ENTRIES SUPPLIED Block Start

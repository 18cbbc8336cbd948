import { data } from "react-router";
import { CrewRunView } from "~/components/crew-run-view";
import { formatServiceDate } from "~/components/format";
import { crewRunScreen } from "~/models/crew-run.server";
import { db } from "~/services/db.server";
import { AREA_ROLES, requireRole } from "~/services/permissions.server";
import type { Route } from "./+types/run";

export const meta: Route.MetaFunction = ({ data }) => [{ title: `Run ${data?.serviceDate ?? ""} · Varroute` }];

export async function loader({ request, params }: Route.LoaderArgs) {
  const user = await requireRole(request, AREA_ROLES.crew);
  if (!/^\d{4}-\d{2}-\d{2}$/.test(params.date)) throw data("That is not a date.", { status: 404 });
  return crewRunScreen(db, user, params.date);
}

export default function CrewRun({ loaderData }: Route.ComponentProps) {
  return <CrewRunView screen={loaderData} title={`Run for ${formatServiceDate(loaderData.serviceDate, false)}`} />;
}
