import { CrewField } from "~/components/crew/crew-field";
import { ComingRuns, CrewRunView } from "~/components/crew-run-view";
import { crewFieldRun } from "~/models/crew-field.server";
import { crewRunScreen } from "~/models/crew-run.server";
import { db } from "~/services/db.server";
import { AREA_ROLES, requireRole } from "~/services/permissions.server";
import type { Route } from "./+types/home";

export const meta: Route.MetaFunction = () => [{ title: "Today's run · Varroute" }];

export async function loader({ request }: Route.LoaderArgs) {
  const user = await requireRole(request, AREA_ROLES.crew);
  const screen = await crewRunScreen(db, user, null);
  const field = user.crewId ? await crewFieldRun(db, user.crewId, screen.serviceDate) : null;
  return { screen, field };
}

export default function CrewHome({ loaderData }: Route.ComponentProps) {
  if (loaderData.field)
    return (
      <>
        <CrewField serverRun={loaderData.field} title={"Today's run"} />
        <ComingRuns coming={loaderData.screen.coming} />
      </>
    );
  return <CrewRunView screen={loaderData.screen} title="Today's run" />;
}
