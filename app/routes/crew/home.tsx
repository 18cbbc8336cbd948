import { CrewRunView } from "~/components/crew-run-view";
import { crewRunScreen } from "~/models/crew-run.server";
import { db } from "~/services/db.server";
import { AREA_ROLES, requireRole } from "~/services/permissions.server";
import type { Route } from "./+types/home";

export const meta: Route.MetaFunction = () => [{ title: "Today's run · Varroute" }];

export async function loader({ request }: Route.LoaderArgs) {
  const user = await requireRole(request, AREA_ROLES.crew);
  return crewRunScreen(db, user, null);
}

export default function CrewHome({ loaderData }: Route.ComponentProps) {
  return <CrewRunView screen={loaderData} title="Today's run" />;
}
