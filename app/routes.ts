import { type RouteConfig, index, layout, prefix, route } from "@react-router/dev/routes";

// Every page and resource route. Each area's layout draws its navigation; every
// loader and action still checks the role itself (a layout does not guard children).
// tests/access enumerates this config: a new route needs an access rule there.
export default [
  layout("routes/public/layout.tsx", [
    index("routes/public/landing.tsx"),
    route("sign-in", "routes/public/sign-in.tsx"),
    route("sign-up", "routes/public/sign-up.tsx"),
    route("sign-up/confirm/:token", "routes/public/sign-up-confirm.tsx"),
    route("pay/:token", "routes/public/pay.tsx"),
    route("forgot-password", "routes/public/forgot-password.tsx"),
    route("reset-password/:token", "routes/public/reset-password.tsx"),
    route("invite/:token", "routes/public/invite.tsx"),
    route("setup", "routes/public/setup.tsx"),
  ]),
  route("sign-out", "routes/public/sign-out.tsx"),
  route("profile", "routes/profile.tsx"),
  route("profile/email/:token", "routes/profile-email.tsx"),

  ...prefix("portal", [
    layout("routes/portal/layout.tsx", [
      index("routes/portal/home.tsx"),
      route("yards/new", "routes/portal/yard-new.tsx"),
      route("yards/:yardId", "routes/portal/yard.tsx"),
      route("yards/:yardId/edit", "routes/portal/yard-edit.tsx"),
      route("book", "routes/portal/book.tsx"),
      route("bookings", "routes/portal/bookings.tsx"),
      route("bookings/:visitId/change", "routes/portal/booking-change.tsx"),
      route("visits/:visitId", "routes/portal/visit-report.tsx"),
      route("invoices", "routes/portal/invoices.tsx"),
      route("invoices/:invoiceId", "routes/portal/invoice.tsx"),
      route("invoices/:invoiceId/pdf", "routes/portal/invoice-pdf.ts"),
      route("invoices/:invoiceId/receipt", "routes/portal/invoice-receipt.ts"),
      route("season", "routes/portal/season.tsx"),
      route("season/pdf", "routes/portal/season-pdf.ts"),
      route("account", "routes/portal/account.tsx"),
      route("account/export", "routes/portal/account-export.ts"),
    ]),
  ]),

  ...prefix("dispatch", [
    layout("routes/dispatch/layout.tsx", [
      index("routes/dispatch/home.tsx"),
      route("yards/:yardId", "routes/dispatch/yard.tsx"),
      route("yards/:yardId/edit", "routes/dispatch/yard-edit.tsx"),
      route("settings", "routes/dispatch/settings.tsx"),
      route("calendar", "routes/dispatch/calendar.tsx"),
      route("map", "routes/dispatch/map.tsx"),
      route("customers", "routes/dispatch/customers.tsx"),
      route("yards", "routes/dispatch/yards.tsx"),
      route("visits/:visitId", "routes/dispatch/visit.tsx"),
      route("days/:date", "routes/dispatch/day.tsx"),
      route("crews", "routes/dispatch/crews.tsx"),
      route("crews/new", "routes/dispatch/crew-new.tsx"),
      route("crews/:crewId", "routes/dispatch/crew-edit.tsx"),
    ]),
  ]),

  ...prefix("crew", [layout("routes/crew/layout.tsx", [index("routes/crew/home.tsx"), route("runs/:date", "routes/crew/run.tsx")])]),

  ...prefix("office", [
    layout("routes/office/layout.tsx", [
      index("routes/office/home.tsx"),
      route("customers", "routes/office/customers.tsx"),
      route("customers/import", "routes/office/customers-import.tsx"),
      route("invoices", "routes/office/invoices.tsx"),
      route("invoices/:invoiceId", "routes/office/invoice.tsx"),
      route("invoices/:invoiceId/pdf", "routes/office/invoice-pdf.ts"),
      route("records", "routes/office/records.tsx"),
      route("records/csv", "routes/office/records-csv.ts"),
      route("records/pdf", "routes/office/records-pdf.ts"),
      route("dashboard", "routes/office/dashboard.tsx"),
      route("audit", "routes/office/audit.tsx"),
      route("staff", "routes/office/staff.tsx"),
    ]),
  ]),

  ...prefix("api", [
    route("capacity", "routes/api/capacity.ts"),
    route("visits", "routes/api/visits.ts"),
    route("crew/sync", "routes/api/crew-sync.ts"),
    route("stripe/webhook", "routes/api/stripe-webhook.ts"),
    route("runs/:runId/gpx", "routes/api/run-gpx.ts"),
    route("runs/:runId/ics", "routes/api/run-ics.ts"),
    route("base-map", "routes/api/base-map.ts"),
    route("attachments/:attachmentId", "routes/api/attachment.ts"),
    route("customers.csv", "routes/api/customers-csv.ts"),
  ]),

  route("healthz", "routes/api/healthz.ts"),
  route("*", "routes/public/not-found.tsx"),
] satisfies RouteConfig;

ENTRIES SUPPLIED Block End

WHAT YOU HAVE TO DO:
Write the records out again. Each one must match exactly.

SOLUTION FOR THIS TASK:
repository 18cbbc8336cbd948
import { data } from "react-router";
import { CrewRunView } from "~/components/crew-run-view";
import { formatServiceDate } from "~/components/format";
import { crewRunScreen } from "~/models/crew-run.server";
import { db } from "~/services/db.server";
import { AREA_ROLES, requireRole } from "~/services/permissions.server";
import type { Route } from "./+types/run";

export const meta: Route.MetaFunction = ({ data }) => [{ title: `Run ${data?.serviceDate ?? ""} · Varroute` }];

export async function loader({ request, params }: Route.LoaderArgs) {
  const user = await requireRole(request, AREA_ROLES.crew);
  if (!/^\d{4}-\d{2}-\d{2}$/.test(params.date)) throw data("That is not a date.", { status: 404 });
  return crewRunScreen(db, user, params.date);
}

export default function CrewRun({ loaderData }: Route.ComponentProps) {
  return <CrewRunView screen={loaderData} title={`Run for ${formatServiceDate(loaderData.serviceDate, false)}`} />;
}
import { CrewField } from "~/components/crew/crew-field";
import { ComingRuns, CrewRunView } from "~/components/crew-run-view";
import { crewFieldRun } from "~/models/crew-field.server";
import { crewRunScreen } from "~/models/crew-run.server";
import { db } from "~/services/db.server";
import { AREA_ROLES, requireRole } from "~/services/permissions.server";
import type { Route } from "./+types/home";

export const meta: Route.MetaFunction = () => [{ title: "Today's run · Varroute" }];

export async function loader({ request }: Route.LoaderArgs) {
  const user = await requireRole(request, AREA_ROLES.crew);
  const screen = await crewRunScreen(db, user, null);
  const field = user.crewId ? await crewFieldRun(db, user.crewId, screen.serviceDate) : null;
  return { screen, field };
}

export default function CrewHome({ loaderData }: Route.ComponentProps) {
  if (loaderData.field)
    return (
      <>
        <CrewField serverRun={loaderData.field} title={"Today's run"} />
        <ComingRuns coming={loaderData.screen.coming} />
      </>
    );
  return <CrewRunView screen={loaderData.screen} title="Today's run" />;
}
filename app/routes/crew/home.tsx
repository 18cbbc8336cbd948
import { CrewRunView } from "~/components/crew-run-view";
import { crewRunScreen } from "~/models/crew-run.server";
import { db } from "~/services/db.server";
import { AREA_ROLES, requireRole } from "~/services/permissions.server";
import type { Route } from "./+types/home";

export const meta: Route.MetaFunction = () => [{ title: "Today's run · Varroute" }];

export async function loader({ request }: Route.LoaderArgs) {
  const user = await requireRole(request, AREA_ROLES.crew);
  return crewRunScreen(db, user, null);
}

export default function CrewHome({ loaderData }: Route.ComponentProps) {
  return <CrewRunView screen={loaderData} title="Today's run" />;
}
filename app/routes.ts
import { type RouteConfig, index, layout, prefix, route } from "@react-router/dev/routes";

// Every page and resource route. Each area's layout draws its navigation; every
// loader and action still checks the role itself (a layout does not guard children).
// tests/access enumerates this config: a new route needs an access rule there.
export default [
  layout("routes/public/layout.tsx", [
    index("routes/public/landing.tsx"),
    route("sign-in", "routes/public/sign-in.tsx"),
    route("sign-up", "routes/public/sign-up.tsx"),
    route("sign-up/confirm/:token", "routes/public/sign-up-confirm.tsx"),
    route("pay/:token", "routes/public/pay.tsx"),
    route("forgot-password", "routes/public/forgot-password.tsx"),
    route("reset-password/:token", "routes/public/reset-password.tsx"),
    route("invite/:token", "routes/public/invite.tsx"),
    route("setup", "routes/public/setup.tsx"),
  ]),
  route("sign-out", "routes/public/sign-out.tsx"),
  route("profile", "routes/profile.tsx"),
  route("profile/email/:token", "routes/profile-email.tsx"),

  ...prefix("portal", [
    layout("routes/portal/layout.tsx", [
      index("routes/portal/home.tsx"),
      route("yards/new", "routes/portal/yard-new.tsx"),
      route("yards/:yardId", "routes/portal/yard.tsx"),
      route("yards/:yardId/edit", "routes/portal/yard-edit.tsx"),
      route("book", "routes/portal/book.tsx"),
      route("bookings", "routes/portal/bookings.tsx"),
      route("bookings/:visitId/change", "routes/portal/booking-change.tsx"),
      route("visits/:visitId", "routes/portal/visit-report.tsx"),
      route("invoices", "routes/portal/invoices.tsx"),
      route("invoices/:invoiceId", "routes/portal/invoice.tsx"),
      route("invoices/:invoiceId/pdf", "routes/portal/invoice-pdf.ts"),
      route("invoices/:invoiceId/receipt", "routes/portal/invoice-receipt.ts"),
      route("season", "routes/portal/season.tsx"),
      route("season/pdf", "routes/portal/season-pdf.ts"),
      route("account", "routes/portal/account.tsx"),
      route("account/export", "routes/portal/account-export.ts"),
    ]),
  ]),

  ...prefix("dispatch", [
    layout("routes/dispatch/layout.tsx", [
      index("routes/dispatch/home.tsx"),
      route("yards/:yardId", "routes/dispatch/yard.tsx"),
      route("yards/:yardId/edit", "routes/dispatch/yard-edit.tsx"),
      route("settings", "routes/dispatch/settings.tsx"),
      route("calendar", "routes/dispatch/calendar.tsx"),
      route("map", "routes/dispatch/map.tsx"),
      route("customers", "routes/dispatch/customers.tsx"),
      route("yards", "routes/dispatch/yards.tsx"),
      route("visits/:visitId", "routes/dispatch/visit.tsx"),
      route("days/:date", "routes/dispatch/day.tsx"),
      route("crews", "routes/dispatch/crews.tsx"),
      route("crews/new", "routes/dispatch/crew-new.tsx"),
      route("crews/:crewId", "routes/dispatch/crew-edit.tsx"),
    ]),
  ]),

  ...prefix("crew", [layout("routes/crew/layout.tsx", [index("routes/crew/home.tsx"), route("runs/:date", "routes/crew/run.tsx")])]),

  ...prefix("office", [
    layout("routes/office/layout.tsx", [
      index("routes/office/home.tsx"),
      route("customers", "routes/office/customers.tsx"),
      route("customers/import", "routes/office/customers-import.tsx"),
      route("invoices", "routes/office/invoices.tsx"),
      route("invoices/:invoiceId", "routes/office/invoice.tsx"),
      route("invoices/:invoiceId/pdf", "routes/office/invoice-pdf.ts"),
      route("records", "routes/office/records.tsx"),
      route("records/csv", "routes/office/records-csv.ts"),
      route("records/pdf", "routes/office/records-pdf.ts"),
      route("dashboard", "routes/office/dashboard.tsx"),
      route("audit", "routes/office/audit.tsx"),
      route("staff", "routes/office/staff.tsx"),
    ]),
  ]),

  ...prefix("api", [
    route("capacity", "routes/api/capacity.ts"),
    route("visits", "routes/api/visits.ts"),
    route("crew/sync", "routes/api/crew-sync.ts"),
    route("stripe/webhook", "routes/api/stripe-webhook.ts"),
    route("runs/:runId/gpx", "routes/api/run-gpx.ts"),
    route("runs/:runId/ics", "routes/api/run-ics.ts"),
    route("base-map", "routes/api/base-map.ts"),
    route("attachments/:attachmentId", "routes/api/attachment.ts"),
    route("customers.csv", "routes/api/customers-csv.ts"),
  ]),

  route("healthz", "routes/api/healthz.ts"),
  route("*", "routes/public/not-found.tsx"),
] satisfies RouteConfig;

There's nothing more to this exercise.